UT President Randy Boyd (left) stands with the Stone Family in front of a completed mural on their property in Bristol, Tennessee.

The “Everywhere You Look, UT” campaign is on a path to rival “See Rock City” for the most roadside murals in the state of Tennessee. The UT system-wide marketing project plans to have a mural, complete with the famous orange logo, in each of Tennessee’s 95 counties by the year 2030.

Started in 2018, “Everywhere You Look, UT” is a campaign that seeks to raise awareness of the university’s impact across the state. The narrative-driven project partners with families and communities across the state to display a mural on their property and to tell their stories of how the university has impacted them. 

The campaign has already placed murals in six counties including Knox and Shelby, and is looking to add six more this fall in Sumner, Meigs, Roane, Grainger, Houston and Trousdale counties.

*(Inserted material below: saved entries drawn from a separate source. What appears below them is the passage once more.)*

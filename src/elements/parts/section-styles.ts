import { css } from 'lit';

/** A section: the margin line of the notebook, a heading that folds it, fields in columns. */
export const sectionStyles = css`
  :host {
    background: var(--_paper);
    container-type: inline-size;
  }
  :host([bare]) {
    background: transparent;
  }
  .section {
    position: relative;
    padding: 4px 14px 14px 38px;
    padding-inline: 38px 14px;
  }
  .section::before {
    content: '';
    position: absolute;
    inset-block: 0;
    inset-inline-start: 26px;
    border-inline-start: 1px solid var(--_margin);
  }
  .fold {
    display: flex;
    flex-wrap: wrap;
    align-items: baseline;
    column-gap: 10px;
    inline-size: calc(100% + 38px);
    min-block-size: var(--_target);
    margin-inline-start: -38px;
    padding: 10px 0 6px;
    background: none;
    border: 0;
    text-align: start;
  }
  .mark {
    flex: none;
    inline-size: 26px;
    margin-inline-end: 2px;
    text-align: center;
    color: var(--_quiet);
    transition: rotate 0.12s;
  }
  .fold[aria-expanded='false'] .mark {
    rotate: -90deg;
  }
  h2 {
    font: inherit;
  }
  h2 b {
    min-inline-size: 0;
    font-weight: 650;
    overflow-wrap: anywhere;
  }
  h3 {
    margin-block: 12px 2px;
    font-size: 1em;
    font-weight: 650;
    color: var(--_amber);
  }
  .summary {
    flex: 1 1 8em;
    color: var(--_quiet);
    font-size: 0.9em;
    text-align: end;
    overflow-wrap: anywhere;
  }
  .body[hidden] {
    display: none;
  }
  .fields {
    display: grid;
    grid-template-columns: repeat(auto-fill, minmax(min(100%, 8.6em), 1fr));
    gap: 8px 12px;
    align-items: start;
  }
  .fields > .wide {
    grid-column: 1 / -1;
  }
  summary {
    display: flex;
    align-items: center;
    min-block-size: var(--_target);
    cursor: pointer;
    color: var(--_quiet);
    font-size: 0.92em;
  }
  summary::before {
    content: '▸';
    flex: none;
    inline-size: 1.2em;
  }
  details[open] > summary::before {
    content: '▾';
  }
  .unit {
    color: var(--_quiet);
    font-weight: 400;
    font-size: 0.88em;
  }
  .figure {
    white-space: nowrap;
  }
  @media (prefers-reduced-motion: reduce) {
    .mark {
      transition: none;
    }
  }
  @media print {
    .body[hidden] {
      display: block;
    }
    .mark {
      visibility: hidden;
    }
    .fold {
      min-block-size: 0;
    }
  }
`;
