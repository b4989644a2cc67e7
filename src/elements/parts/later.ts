import { css, html, nothing } from 'lit';
import { property, state } from 'lit/decorators.js';
import { GuestElement } from './guest.js';
import { LanguageController } from './language.js';
import { loadParts } from './late-parts.js';
import type { LateParts } from './late-parts.js';
import { sectionStyles } from './section-styles.js';
import { boxes, buttons, tokens } from './styles.js';

/** A part that is folded to a line until a person opens it; its code is fetched then, and only then is anything computed. */
export class LaterElement extends GuestElement {
  static override styles = [
    tokens,
    buttons,
    boxes,
    sectionStyles,
    css`
      :host {
        background: transparent;
        container-type: normal;
      }
      @media print {
        :host {
          display: none;
        }
      }
    `,
  ];

  /** The line it is folded to. */
  @property() label = '';
  /** The group of parts that it needs. */
  @property() needs: LateParts = 'more';
  /** What stands in it once it is open. */
  @property({ attribute: false }) content: () => unknown = () => nothing;

  @state() private opened = false;
  @state() private fetched: 'not yet' | 'there' | 'failed' = 'not yet';

  readonly #language = new LanguageController(this);

  protected override render(): unknown {
    const { texts } = this.#language;
    return html`<details @toggle=${this.onToggle}>
      <summary>${this.label}</summary>
      ${this.opened && this.fetched === 'there' ? this.content() : nothing}
      ${this.opened && this.fetched === 'failed' ? html`<p class="gate" role="alert">${texts.panel.partMissing}</p>` : nothing}
    </details>`;
  }

  private onToggle(event: Event): void {
    this.opened = (event.target as HTMLDetailsElement).open;
    if (!this.opened || this.fetched === 'there') return;
    loadParts(this.needs).then(
      () => (this.fetched = 'there'),
      () => (this.fetched = 'failed'),
    );
  }
}

declare global {
  interface HTMLElementTagNameMap {
    'esterway-later': LaterElement;
  }
}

Ellie Amador, who serves as Director of Marketing for the UT system, says that before the campaign began, 1200 people from across Tennessee were surveyed about their perceptions of UT’s influence in the state. 

This winter, to mark the three year anniversary of the campaign’s launch, UT will run surveys to see if they have raised more awareness of the work the university is doing.

“The campaign itself is designed to make sure that our primary audience of Tennesseans understand that anywhere they look, everywhere they look across the state of Tennessee, they will find UT’s presence and UT’s impact,” Amador said. 

“Maybe it is an alumnus or an alumna who is their child’s teacher or their doctor or their accountant or their extension agent that is consulting on their family farm.”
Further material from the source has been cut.